I have two nerites in my work tank and I can honestly say it looks as if Ive cleaned the glass with a scraper, the two of them keep it near enough spotless.  Worth every penny if you don't have loaches in the tank.

Sam


----------



## daniel19831123 (6 Jan 2008)

hmm one positive score to nerite! does the pH of the water needs to be high? I've got high kH and hardness but pH below 7...


----------



## Arana (6 Jan 2008)

i have the same sort of water paramaters and my 3 tigers ae thriving, an essential pat of any cleanup crew i'd` say  they're awsome


----------



## daniel19831123 (6 Jan 2008)

Brilliant now all I need to do is get rid of my apple snails and kill all my small snails before buying them nerite! I was thinking of lowering the pH by injecting loads of CO2 into the tank gradually. They should not live if the pH is 6 or slightly below.  The problem is that I don't have a pH meter.... tried leaving my CO" on for the whole night at 1 bubles every 4-5 seconds but still the snail survive the next day..... Any way to get rid of them once and for all? I'm not adding any loaches in the tank as I'm already having enough difficulty keeping HC rooted in my substrate. lol


----------



## Garuf (6 Jan 2008)

Get a dwarf puffer, he'll finish your snails off.


----------



## daniel19831123 (6 Jan 2008)

hmmm can't do that too.... Got baby shrimp in my tank. lol


----------



## Garuf (6 Jan 2008)

, ask if you can borrow a clown loach for a week?


----------



## daniel19831123 (6 Jan 2008)

maybe I should start softening my water and turn the ph even lower.... without calcium and with low pH I'm pretty sure they will die  eveil grin hehehe


----------



## Garuf (6 Jan 2008)

You say that but I have super low ph in my 10 gallon and I still see loads of snails, It just means they stay small as far as I can tell.


----------



## Ray (6 Jan 2008)

Hand removal, I told the kids to take them out, left the long tweezers by the tank and now there are none   

They were squemish about killing them though - I had to do that...


----------



## johnny70 (6 Jan 2008)

send me your apple snails if you want rid I can rehome them easily  

JOHNNY


----------



## daniel19831123 (6 Jan 2008)

Will do. If there is any more plant damage, I will definitely send them away.


----------



## Lisa_Perry75 (19 Jan 2008)

Owwww, but I love my appleys... I bought them under the impression the don't eat live plant matter either... They do lick the glass clean of algae though.
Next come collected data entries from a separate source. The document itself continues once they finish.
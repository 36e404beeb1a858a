package emberline.measure;

import static org.junit.jupiter.api.Assertions.assertEquals;

import emberline.catalogue.FeatureCatalogue;
import emberline.measure.Measurement.Measured;
import java.nio.file.Files;
import java.nio.file.Path;
import org.junit.jupiter.api.Test;
import org.junit.jupiter.api.io.TempDir;

/** A user's own definition is measured like the product's. */
class UserDefinitionTest {

    @TempDir private Path folder;

    @Test
    void aLinearCombinationOfTwoIndicesIsMeasured() throws Exception {
        Files.createDirectories(folder.resolve("features"));
        Files.createDirectories(folder.resolve("parts"));
        Files.writeString(
                folder.resolve("sources.csv"), "key,authors,year\nmine2026,Example,2026\n");
        Files.writeString(
                folder.resolve("features/mine2026.csv"),
                """
                id,symbol,kind,form,species,band,medium,window_unit,source,how_known,\
                confidence_percent,sense,purpose
                mine2026/mix,mix,BAND_INDEX,LINEAR_COMBINATION_OF_FEATURES,H2O,J_H,UNSTATED,NONE,\
                mine2026,DERIVED,90,UNSTATED,TYPE
                """);
        Files.writeString(
                folder.resolve("parts/mine2026.csv"),
                """
                feature,role,part,coefficient
                mine2026/mix,TERM,burgasser2006/h2o-j,2
                mine2026/mix,TERM,burgasser2006/h2o-h,-0.5
                """);
        Measurements measured =
                new Measurer(FeatureCatalogue.standard().with(folder), Measuring.withDefaults())
                        .measure(
                                TestSpectra.of(
                                        0.9, 2.4, 1e-3, 500, 0.02, l -> 1 + 0.3 * Math.sin(9 * l)));
        double j = TestSpectra.value(measured, "burgasser2006/h2o-j");
        double h = TestSpectra.value(measured, "burgasser2006/h2o-h");
        Measured mix = measured.measured("mine2026/mix").orElseThrow();
        assertEquals(2 * j - 0.5 * h, mix.value(), 1e-12);
        double sigmaJ = measured.measured("burgasser2006/h2o-j").orElseThrow().oneSigma();
        double sigmaH = measured.measured("burgasser2006/h2o-h").orElseThrow().oneSigma();
        // the two indices share no pixel
        assertEquals(Math.hypot(2 * sigmaJ, 0.5 * sigmaH), mix.oneSigma(), 1e-9);
    }
}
I thought my plants were just dying...


----------



## daniel19831123 (20 Jan 2008)

now that I've turned the CO" up the plant growth has speed up a lot and the damage of the plant done by the apple snail is kind negligible as there is other plant matter and loads of fish food floating around in the tank.They lick the glass alright but they don't suck on it hard enough lol. They never take the GSA or GDA off the glass. I ended up having to remove them manually... Just bought 2 nerite and see if they will suck well on the glass!


----------



## Lisa_Perry75 (20 Jan 2008)

Lol yeah I do have several bumblebee nerites, maybe its them... Dunno, everytime I see them they are giving each other piggyback rides


----------



## daniel19831123 (20 Jan 2008)

did you buy bumblebees nerite from phil at gogosnail? He's a nice bloke. Used to get some shrimp from him. Just bought some zebra nerite. Will be getting them on tuesday.


----------



## Lisa_Perry75 (20 Jan 2008)

No, the shop I used to work at had some in... I got a really good deal as they didn't really know what they were, about 50p each... Plus I could pick out all the brightest ones!


----------